How do you graph #4x - 3y = 6#?

2 Answers
Aug 18, 2017

Find the intercepts with the two axes and draw a line through it.

Explanation:

Given:

#4x-3y=6#

Since this equation contains just linear or constant terms, it describes a straight line.

If we put #x=0# or equivalently cover up the term #4x#, then we get:

#-3y=6#

Dividing both sides by #-3#, this becomes:

#y = -2#

So the line passes through #(0, -2)#

If we put #y=0# or equivalently cover up the term #-3y#, then we get:

#4x=6#

Dividing both sides by #4#, this becomes:

#x = 6/4=3/2#

So the line passes through #(3/2, 0)#

Now we can draw our line through these two intercepts:

graph{(4x-3y-6)(x^2+(y+2)^2-0.005)((x-3/2)^2+y^2-0.005)=0 [-5.17, 4.83, -3.42, 1.58]}

Aug 18, 2017

Refer to the explanation for the process.

Explanation:

Graph:

#4x-3y=6# is the standard form for a linear equation.
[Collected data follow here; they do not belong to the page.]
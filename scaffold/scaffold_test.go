package scaffold

import (
	"strings"
	"testing"

	"worth/parse"
)

// TestMemoTitle: any title, however it is punctuated, reads back from the
// starter's front matter as written; the date is filled in.
func TestMemoTitle(t *testing.T) {
	for _, title := range []string{"Pump station", `Screens: steel or "wedge-wire"`, "# 2 intake", "50% more capacity", `C:\plans`, " padded "} {
		for _, k := range Names() {
			src, err := Memo(k, title, "2027-01-31")
			if err != nil {
				t.Fatal(err)
			}
			m, err := parse.Parse("new.md", src)
			if err != nil && !strings.Contains(err.Error(), "cash flows from") {
				t.Fatalf("%s, title %q: %v", k, title, err)
			}
			if got := m.Front.Title.Value.Src; got != strings.TrimSpace(title) {
				t.Errorf("%s: title %q reads back as %q", k, title, got)
			}
			if got := m.Front.Date.Value.Src; got != "2027-01-31" {
				t.Errorf("%s: date %q", k, got)
			}
		}
	}
	if _, err := Memo("nosuch", "x", "2027-01-31"); err == nil {
		t.Error("an unknown kind gave a memo")
	}
}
We can graph it by solving for the x-intercept #(x,0)# and y-intercept #(0,y)#. We only need two points to plot a straight line from a linear equation.

X-Intercept

Set #y=0# and solve for #x#.

#4x-3(0)=6#

#4x=6#

Divide both sides by #4#.

#x=6/4#

Simplify.

#x=3/2#

x-intercept: #(3/2,0)#

Y-Intercept

Set #x=0# and solve for #y#.

#4(0)-3y=6#

#-3y=6#

Divide both sides by #-3#.

#y=-6/3#

Simplify.

#y=-2#

y-intercept: #(0,-2)#

Plot the x- and y-intercepts on a grid and draw a straight line between the points.

graph{4x-3y=6 [-10, 10, -5, 5]}